WHAT TO WORK ON: Search the records for "InputError". Copy every line where it appears.

____ PROVIDED MATERIAL

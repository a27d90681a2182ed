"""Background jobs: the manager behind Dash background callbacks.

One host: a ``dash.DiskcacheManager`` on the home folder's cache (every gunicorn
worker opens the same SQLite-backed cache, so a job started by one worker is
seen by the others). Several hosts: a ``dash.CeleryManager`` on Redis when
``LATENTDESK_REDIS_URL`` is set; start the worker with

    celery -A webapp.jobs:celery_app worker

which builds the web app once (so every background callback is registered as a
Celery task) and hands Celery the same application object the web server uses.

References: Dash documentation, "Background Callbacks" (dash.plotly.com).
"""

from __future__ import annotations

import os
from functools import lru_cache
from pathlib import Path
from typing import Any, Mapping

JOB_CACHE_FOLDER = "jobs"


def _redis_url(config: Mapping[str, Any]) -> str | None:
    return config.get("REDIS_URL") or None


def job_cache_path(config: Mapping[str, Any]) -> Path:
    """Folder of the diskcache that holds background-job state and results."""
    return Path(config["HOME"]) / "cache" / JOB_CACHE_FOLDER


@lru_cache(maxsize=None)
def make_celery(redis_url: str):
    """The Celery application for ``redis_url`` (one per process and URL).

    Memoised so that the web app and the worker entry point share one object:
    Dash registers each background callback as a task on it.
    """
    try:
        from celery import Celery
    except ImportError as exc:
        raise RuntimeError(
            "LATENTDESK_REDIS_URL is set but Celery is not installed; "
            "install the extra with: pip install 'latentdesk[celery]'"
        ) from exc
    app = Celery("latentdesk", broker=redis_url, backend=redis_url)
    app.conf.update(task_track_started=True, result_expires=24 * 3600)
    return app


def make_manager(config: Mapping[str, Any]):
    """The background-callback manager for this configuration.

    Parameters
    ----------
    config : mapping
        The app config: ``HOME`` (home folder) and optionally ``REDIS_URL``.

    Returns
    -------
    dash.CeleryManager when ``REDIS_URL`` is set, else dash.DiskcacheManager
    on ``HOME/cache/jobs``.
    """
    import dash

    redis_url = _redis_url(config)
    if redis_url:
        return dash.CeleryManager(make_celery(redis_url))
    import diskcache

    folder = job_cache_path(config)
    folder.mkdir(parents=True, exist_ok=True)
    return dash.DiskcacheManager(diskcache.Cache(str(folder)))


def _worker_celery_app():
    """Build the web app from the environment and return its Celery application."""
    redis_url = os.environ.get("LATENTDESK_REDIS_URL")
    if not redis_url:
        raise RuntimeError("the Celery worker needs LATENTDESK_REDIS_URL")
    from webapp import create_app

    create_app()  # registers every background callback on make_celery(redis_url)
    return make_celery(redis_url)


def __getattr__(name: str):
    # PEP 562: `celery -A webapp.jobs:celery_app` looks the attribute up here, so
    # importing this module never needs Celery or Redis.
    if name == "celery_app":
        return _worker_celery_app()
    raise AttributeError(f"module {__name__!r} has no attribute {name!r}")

________
____ PROVIDED MATERIAL

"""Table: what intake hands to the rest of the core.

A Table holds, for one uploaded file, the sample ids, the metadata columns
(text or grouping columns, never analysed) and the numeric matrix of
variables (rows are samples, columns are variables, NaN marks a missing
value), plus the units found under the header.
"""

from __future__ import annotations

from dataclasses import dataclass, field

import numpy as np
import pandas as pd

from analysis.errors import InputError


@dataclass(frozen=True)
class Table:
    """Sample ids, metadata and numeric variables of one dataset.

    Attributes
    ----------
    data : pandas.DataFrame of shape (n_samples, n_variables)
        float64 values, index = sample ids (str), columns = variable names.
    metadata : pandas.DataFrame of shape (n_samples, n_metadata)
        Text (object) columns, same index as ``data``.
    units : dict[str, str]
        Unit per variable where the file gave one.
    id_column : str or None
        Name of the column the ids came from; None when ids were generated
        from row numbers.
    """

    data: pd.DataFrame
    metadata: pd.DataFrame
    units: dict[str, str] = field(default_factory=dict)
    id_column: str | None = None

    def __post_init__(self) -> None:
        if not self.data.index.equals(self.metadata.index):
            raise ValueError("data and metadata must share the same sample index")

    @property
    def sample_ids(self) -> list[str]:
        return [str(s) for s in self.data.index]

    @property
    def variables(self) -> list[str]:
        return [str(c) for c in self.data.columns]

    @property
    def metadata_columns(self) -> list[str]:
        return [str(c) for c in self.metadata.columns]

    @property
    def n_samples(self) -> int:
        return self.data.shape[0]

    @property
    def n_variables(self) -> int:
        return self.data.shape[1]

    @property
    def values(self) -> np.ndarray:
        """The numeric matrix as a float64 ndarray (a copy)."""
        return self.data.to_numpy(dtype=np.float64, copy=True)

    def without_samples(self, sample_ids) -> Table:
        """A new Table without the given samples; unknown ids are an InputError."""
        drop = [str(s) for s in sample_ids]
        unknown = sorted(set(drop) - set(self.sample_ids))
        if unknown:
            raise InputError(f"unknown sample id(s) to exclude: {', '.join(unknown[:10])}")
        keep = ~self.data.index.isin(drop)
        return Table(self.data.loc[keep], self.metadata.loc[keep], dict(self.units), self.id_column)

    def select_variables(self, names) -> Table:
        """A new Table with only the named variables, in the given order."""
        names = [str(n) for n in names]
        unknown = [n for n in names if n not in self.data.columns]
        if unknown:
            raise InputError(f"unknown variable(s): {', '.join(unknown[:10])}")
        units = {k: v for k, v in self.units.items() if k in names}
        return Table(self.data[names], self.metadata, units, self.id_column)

________

RESPONSE BOX:
from analysis.errors import InputError
        """A new Table without the given samples; unknown ids are an InputError."""
            raise InputError(f"unknown sample id(s) to exclude: {', '.join(unknown[:10])}")
            raise InputError(f"unknown variable(s): {', '.join(unknown[:10])}")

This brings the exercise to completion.